Work out how many lines in the records below include the string "never", and reply with that number alone.
BEGIN RAW DATA
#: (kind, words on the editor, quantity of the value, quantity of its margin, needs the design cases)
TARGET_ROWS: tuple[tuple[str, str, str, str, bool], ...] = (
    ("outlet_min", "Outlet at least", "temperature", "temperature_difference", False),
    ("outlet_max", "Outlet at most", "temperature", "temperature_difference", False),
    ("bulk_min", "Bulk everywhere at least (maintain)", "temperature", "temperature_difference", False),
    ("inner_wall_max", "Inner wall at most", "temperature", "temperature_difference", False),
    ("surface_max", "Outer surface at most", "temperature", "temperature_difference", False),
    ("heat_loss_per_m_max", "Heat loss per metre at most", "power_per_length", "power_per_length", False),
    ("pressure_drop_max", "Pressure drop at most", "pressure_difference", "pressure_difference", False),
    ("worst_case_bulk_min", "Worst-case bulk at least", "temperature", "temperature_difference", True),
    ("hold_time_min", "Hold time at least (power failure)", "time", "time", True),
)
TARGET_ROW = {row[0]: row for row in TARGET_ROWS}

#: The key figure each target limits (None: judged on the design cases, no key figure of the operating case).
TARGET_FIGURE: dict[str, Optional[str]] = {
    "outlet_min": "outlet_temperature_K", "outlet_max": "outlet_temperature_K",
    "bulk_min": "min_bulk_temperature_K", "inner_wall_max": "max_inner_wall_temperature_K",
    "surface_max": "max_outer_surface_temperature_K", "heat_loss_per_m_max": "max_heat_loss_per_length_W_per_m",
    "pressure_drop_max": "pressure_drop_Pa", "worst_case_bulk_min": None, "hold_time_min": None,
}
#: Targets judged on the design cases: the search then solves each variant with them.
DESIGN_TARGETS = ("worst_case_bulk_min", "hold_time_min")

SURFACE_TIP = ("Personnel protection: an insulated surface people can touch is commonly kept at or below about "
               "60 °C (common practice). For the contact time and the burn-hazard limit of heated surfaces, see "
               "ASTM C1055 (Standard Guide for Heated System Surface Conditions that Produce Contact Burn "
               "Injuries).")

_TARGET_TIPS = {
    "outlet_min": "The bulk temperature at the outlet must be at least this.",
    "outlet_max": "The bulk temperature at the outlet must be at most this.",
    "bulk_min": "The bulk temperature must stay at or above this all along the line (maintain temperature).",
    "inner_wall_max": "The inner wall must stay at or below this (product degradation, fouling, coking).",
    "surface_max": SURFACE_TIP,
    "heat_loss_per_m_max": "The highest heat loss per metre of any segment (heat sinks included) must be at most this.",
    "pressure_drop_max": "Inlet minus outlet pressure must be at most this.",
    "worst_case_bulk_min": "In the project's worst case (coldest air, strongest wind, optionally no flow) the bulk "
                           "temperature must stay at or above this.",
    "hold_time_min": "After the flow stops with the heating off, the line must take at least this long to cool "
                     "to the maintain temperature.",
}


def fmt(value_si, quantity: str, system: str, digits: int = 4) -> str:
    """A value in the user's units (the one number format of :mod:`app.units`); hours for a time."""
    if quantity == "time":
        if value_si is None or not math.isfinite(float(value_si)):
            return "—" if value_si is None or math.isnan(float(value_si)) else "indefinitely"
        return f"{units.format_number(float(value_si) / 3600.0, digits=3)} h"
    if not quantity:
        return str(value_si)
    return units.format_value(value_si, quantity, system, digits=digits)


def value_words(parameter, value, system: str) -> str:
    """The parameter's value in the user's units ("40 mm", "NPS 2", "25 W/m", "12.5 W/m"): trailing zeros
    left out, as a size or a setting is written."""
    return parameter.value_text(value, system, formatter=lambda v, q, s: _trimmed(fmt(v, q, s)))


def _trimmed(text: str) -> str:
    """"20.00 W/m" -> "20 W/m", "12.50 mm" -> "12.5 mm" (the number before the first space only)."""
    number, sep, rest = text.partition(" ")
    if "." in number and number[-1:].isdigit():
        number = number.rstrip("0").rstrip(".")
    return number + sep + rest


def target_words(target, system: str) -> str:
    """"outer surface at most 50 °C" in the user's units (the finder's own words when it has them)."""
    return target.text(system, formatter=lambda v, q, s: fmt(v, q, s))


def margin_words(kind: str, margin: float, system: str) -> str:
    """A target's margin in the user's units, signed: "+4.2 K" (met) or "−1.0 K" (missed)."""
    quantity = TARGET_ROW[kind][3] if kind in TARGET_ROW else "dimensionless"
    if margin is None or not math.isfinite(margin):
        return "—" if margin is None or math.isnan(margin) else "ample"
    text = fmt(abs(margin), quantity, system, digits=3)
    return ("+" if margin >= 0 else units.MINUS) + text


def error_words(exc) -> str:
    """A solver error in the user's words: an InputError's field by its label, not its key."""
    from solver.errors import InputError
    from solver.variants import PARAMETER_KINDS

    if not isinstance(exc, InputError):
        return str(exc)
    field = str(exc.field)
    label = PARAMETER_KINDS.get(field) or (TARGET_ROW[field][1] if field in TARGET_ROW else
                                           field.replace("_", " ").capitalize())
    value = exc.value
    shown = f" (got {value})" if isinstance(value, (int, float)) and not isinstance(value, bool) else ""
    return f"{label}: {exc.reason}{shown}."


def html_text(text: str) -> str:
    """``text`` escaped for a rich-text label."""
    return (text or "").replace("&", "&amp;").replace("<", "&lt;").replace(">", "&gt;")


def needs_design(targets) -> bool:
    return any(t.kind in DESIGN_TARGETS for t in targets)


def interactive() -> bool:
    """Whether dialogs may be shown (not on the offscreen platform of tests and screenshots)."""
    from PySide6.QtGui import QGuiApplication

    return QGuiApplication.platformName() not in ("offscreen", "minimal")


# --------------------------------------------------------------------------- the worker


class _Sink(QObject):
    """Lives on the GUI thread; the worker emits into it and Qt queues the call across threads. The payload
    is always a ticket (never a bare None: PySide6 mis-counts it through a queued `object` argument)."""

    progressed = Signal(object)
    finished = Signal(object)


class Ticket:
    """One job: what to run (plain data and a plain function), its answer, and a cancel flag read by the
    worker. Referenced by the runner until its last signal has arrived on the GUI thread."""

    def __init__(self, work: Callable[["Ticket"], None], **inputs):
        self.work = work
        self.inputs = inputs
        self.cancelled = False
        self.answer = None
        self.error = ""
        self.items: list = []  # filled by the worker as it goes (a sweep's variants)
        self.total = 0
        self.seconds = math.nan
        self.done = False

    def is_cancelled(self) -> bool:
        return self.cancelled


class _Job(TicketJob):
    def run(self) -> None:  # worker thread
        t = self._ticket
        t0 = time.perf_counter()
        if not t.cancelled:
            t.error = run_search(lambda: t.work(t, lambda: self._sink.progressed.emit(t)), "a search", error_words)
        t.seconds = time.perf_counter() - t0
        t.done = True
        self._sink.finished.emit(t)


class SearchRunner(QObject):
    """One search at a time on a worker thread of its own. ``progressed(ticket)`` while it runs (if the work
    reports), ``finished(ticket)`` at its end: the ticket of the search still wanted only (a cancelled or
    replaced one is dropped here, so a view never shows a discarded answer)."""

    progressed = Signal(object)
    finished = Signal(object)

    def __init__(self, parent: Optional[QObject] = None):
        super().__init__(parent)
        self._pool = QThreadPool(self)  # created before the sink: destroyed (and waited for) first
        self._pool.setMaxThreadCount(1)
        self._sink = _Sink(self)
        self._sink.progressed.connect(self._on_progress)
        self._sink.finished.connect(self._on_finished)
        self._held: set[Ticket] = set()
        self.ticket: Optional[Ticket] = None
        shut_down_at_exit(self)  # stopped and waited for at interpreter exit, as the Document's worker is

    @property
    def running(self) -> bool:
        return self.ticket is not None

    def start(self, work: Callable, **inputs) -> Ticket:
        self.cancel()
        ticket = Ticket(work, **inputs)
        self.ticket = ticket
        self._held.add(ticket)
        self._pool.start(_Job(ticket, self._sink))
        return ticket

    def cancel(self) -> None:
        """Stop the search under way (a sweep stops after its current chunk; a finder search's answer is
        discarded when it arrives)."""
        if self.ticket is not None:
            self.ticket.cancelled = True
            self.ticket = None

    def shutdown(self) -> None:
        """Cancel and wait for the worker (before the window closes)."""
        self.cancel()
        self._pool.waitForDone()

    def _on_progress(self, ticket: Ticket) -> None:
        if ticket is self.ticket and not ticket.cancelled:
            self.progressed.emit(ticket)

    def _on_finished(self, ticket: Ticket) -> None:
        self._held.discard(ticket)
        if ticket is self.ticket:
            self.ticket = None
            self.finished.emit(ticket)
END RAW DATA
■ OUTPUT FOR THIS TASK ■
2